Originally Published: February 01, 2012

The Associated Press and The Polish Cultural Institute have both just reported that poet Wislawa Szymborska died today. More:

Her personal secretary says that Poland's 1996 Nobel Prize-winning poet Wislawa Szymborska has died. She was 88.

Michal Rusinek said Wednesday that Szymborska died "quietly, in her sleep." She resided in the southern city of Krakow.

The Nobel award committee's citation called her the "Mozart of poetry," a woman who mixed the elegance of language with "the fury of Beethoven."

Szymborska has been called both deeply political and playful, a poet who used humor in unforeseen ways.

The winner of the Goethe Prize in 1991 and, yes, the Nobel Prize for Literature in 1996 (her Nobel speech can be read here), Szymborska once said, "I prefer the absurdity of writing poems to the absurdity of not writing poems." Also a translator and essayist, her poetic output was small and careful, with no more than 250 published poems. Poems New and Collected, in English, was published in 2000. Other collections of her poems that have been translated into English include People on a Bridge (1990), View with a Grain of Sand: Selected Poems (1995), and Monologue of a Dog (2005).

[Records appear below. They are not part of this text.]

//go:build ignore

// generate.go writes the second scenario of bandwright's bundled demo: an
// INVENTED measurement. The "Larkspur Ridge gas-cell laboratory" does not
// exist; its FTIR spectrum of a hot nitric-oxide cell is simulated here from
// published constants, so the demo exercises the chain for an open-shell
// molecule (fit with the ²Π fine structure → thermo → report) with known
// answers.
//
// The spectrum: 14N16O X²Π at 700 K, the fundamental 1-0 and the hot band
// 2-1, both spin–orbit subbands (²Π1/2 and ²Π3/2), P, Q and R branches with
// their Λ-doubling components (e and f levels). The levels come from the
// effective Hamiltonian of package fit/model with the constants of Huber &
// Herzberg (1979) for the vibration (ω_e 1904.20, ω_e x_e 14.075 cm⁻¹) and
// of later infrared and microwave work for the rest (B_0 1.69611, B_1
// 1.67860, D 5.47e-6, A_v 123.139 − 0.227 v, γ −0.0062, p 0.0117, q 7e-5
// cm⁻¹); all from memory. A line is kept when the population of its lower
// level at 700 K, (2J″+1)·exp(−hcE″/kT), is above 0.2 % of the largest
// (Hönl–London factors left out: a rough detection limit), 4 % of the kept
// lines are lost at random, of two lines closer than 0.002 cm⁻¹ (one peak)
// the first is kept, and each position gets Gaussian noise of its 1σ,
// 0.0015 cm⁻¹ (0.003 cm⁻¹ for the weaker hot band).
//
// Run from the repository root:   go run ./testdata/demo/nitric-oxide/generate.go
package main

import (
	"fmt"
	"math"
	"math/rand/v2"
	"os"
	"path/filepath"
	"strconv"

	"bandwright/fit/model"
	"bandwright/fit/states"
)

const statesFile = `# INVENTED DEMO — electronic states of the fictional Larkspur Ridge NO cell.
# 14N16O X 2Pi_r (Huber & Herzberg 1979, from memory): the fit needs the
# state's spin and Lambda to know the levels; thermo takes D0 from here.
species = "14N16O"
dissociation_energy = 52400.0     # D0 = 6.497 eV, from memory
dissociation_energy_sigma = 20.0

[[state]]
label = "X"
term_energy = 0.0
spin_multiplicity = 2
lambda = 1
[state.start]
A = 120.0      # a first guess; the fit tries both signs of A anyway
`

const pipeline = `# INVENTED DEMO — the pipeline the fictional Larkspur Ridge laboratory runs
# after each session with its hot nitric-oxide cell (an assigned line list:
# bandwright assign does not assign open-shell spectra yet).
name = "larkspur-no-cell (invented demo)"
input = "lines"
states = "states.toml"

[fit]
model = "term-values"
terms = ["B", "D", "A", "gamma", "p", "q"]
reject = 3.0

[thermo]
range = "100:3000:100"
composition = "natural"

[report]
formats = ["html", "md"]
`

type level struct {
	v int
	model.Sublevel
}

func main() {
	dir := filepath.Join("testdata", "demo", "nitric-oxide")
	st := states.State{Label: "X", Multiplicity: 2, Lambda: 1}
	terms := []string{"B", "D", "A", "gamma", "p", "q"}
	m, err := model.NewTermValuesStates([]states.State{st}, []model.LevelSpec{{Species: "14N16O", V: []int{0, 1, 2}}}, terms, nil)
	if err != nil {
		fail(err)
	}
	p := make([]float64, len(m.Params()))
	for i, par := range m.Params() {
		v := float64(par.V)
		u := v + 0.5
		p[i] = map[string]float64{"T": 1904.20*u - 14.075*u*u - (1904.20*0.5 - 14.075*0.25), "B": 1.69611 - 0.01751*v, "D": 5.47e-6,
			"A": 123.139 - 0.227*v, "gamma": -0.0062, "p": 0.0117, "q": 7e-5}[par.Name]
	}
	levels := map[int][]level{}
	e0 := math.Inf(1)
	for v := 0; v <= 2; v++ {
		m.Sublevels(0, 0, v, 121, p, false, func(l model.Sublevel) {
			levels[v] = append(levels[v], level{v, l})
			e0 = math.Min(e0, l.E)
		})
	}
	const kT = 700 / 1.438776877 // cm⁻¹
	pop := func(l level) float64 { return float64(l.J2+1) * math.Exp(-(l.E-e0)/kT) }
	top := 0.0
	for _, l := range levels[0] {
		top = math.Max(top, pop(l))
	}
	rng := rand.New(rand.NewPCG(20261203, 11))
	parity := func(l level) int {
		s := 1
		if (l.J2/2)%2 == 1 {
			s = -1
		}
		return s * int(l.Parity)
	}
	f, err := os.Create(filepath.Join(dir, "lines.csv"))
	if err != nil {
		fail(err)
	}
	fmt.Fprintln(f, "# INVENTED DEMO DATA — not a measurement. Larkspur Ridge gas-cell laboratory (fictional): assigned FTIR lines of a nitric-oxide cell at 700 K.")
	fmt.Fprintln(f, "# Simulated by testdata/demo/nitric-oxide/generate.go from published NO X2Pi constants (Huber & Herzberg 1979 and later work, from memory).")
	fmt.Fprintln(f, "species,v_up,J_up,F_up,parity_up,v_lo,J_lo,F_lo,parity_lo,position,unc")
	n := 0
	var written []float64 // exact positions of the lines kept
	for _, band := range [][2]int{{1, 0}, {2, 1}} {
		unc := 0.0015
		if band[1] > 0 {
			unc = 0.003
		}
		for _, lo := range levels[band[1]] {
			if pop(lo) < 2e-3*top {
				continue
			}
			for _, up := range levels[band[0]] {
				if d := up.J2 - lo.J2; d < -2 || d > 2 || up.F != lo.F || parity(up) == parity(lo) {
					continue
				}
				if rng.Float64() < 0.04 || blended(written, up.E-lo.E) {
					continue
				}
				written = append(written, up.E-lo.E)
				nu := up.E - lo.E + unc*rng.NormFloat64()
				fmt.Fprintf(f, "14N16O,%d,%s,%d,%s,%d,%s,%d,%s,%.4f,%g\n", band[0], jText(up.J2), up.F, up.Parity, band[1], jText(lo.J2), lo.F, lo.Parity, nu, unc)
				n++
			}
		}
	}
	if err := f.Close(); err != nil {
		fail(err)
	}
	for name, text := range map[string]string{"states.toml": statesFile, "pipeline.toml": pipeline} {
		if err := os.WriteFile(filepath.Join(dir, name), []byte(text), 0o644); err != nil {
			fail(err)
		}
	}
	fmt.Printf("lines.csv: %d lines; states.toml; pipeline.toml\n", n)
}

// blended reports whether a line at nu would fall within 0.002 cm⁻¹ of a
// line already kept: the two would be one peak, and the list keeps the first.
func blended(written []float64, nu float64) bool {
	for _, w := range written {
		if math.Abs(w-nu) < 0.002 {
			return true
		}
	}
	return false
}

func jText(j2 int) string { return strconv.FormatFloat(float64(j2)/2, 'f', 1, 64) }

func fail(err error) {
	fmt.Fprintln(os.Stderr, err)
	os.Exit(1)
}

"Hence the indispensable / silver lining," you can read and listen to her poem "Consolation" here. As well, read "Clouds," below.

Clouds

I'd have to be really quick
to describe clouds—
a split second's enough
... for them to start being something else.

Their trademark:
they don't repeat a single
shape, shade, pose, arrangement.

Unburdened by memory of any kind,
they float easily over the facts.

What on earth could they bear witness to?
They scatter whenever something happens.

Compared to clouds,
life rests on solid ground,
practically permanent, almost eternal.

Next to clouds
even a stone seems like a brother,
someone you can trust,
while they're just distant, flighty cousins.

Let people exist if they want,
and then die, one after another:
clouds simply don't care
what they're up to
down there.

And so their haughty fleet
cruises smoothly over your whole life
and mine, still incomplete.

They aren't obliged to vanish when we're gone.
They don't have to be seen while sailing on.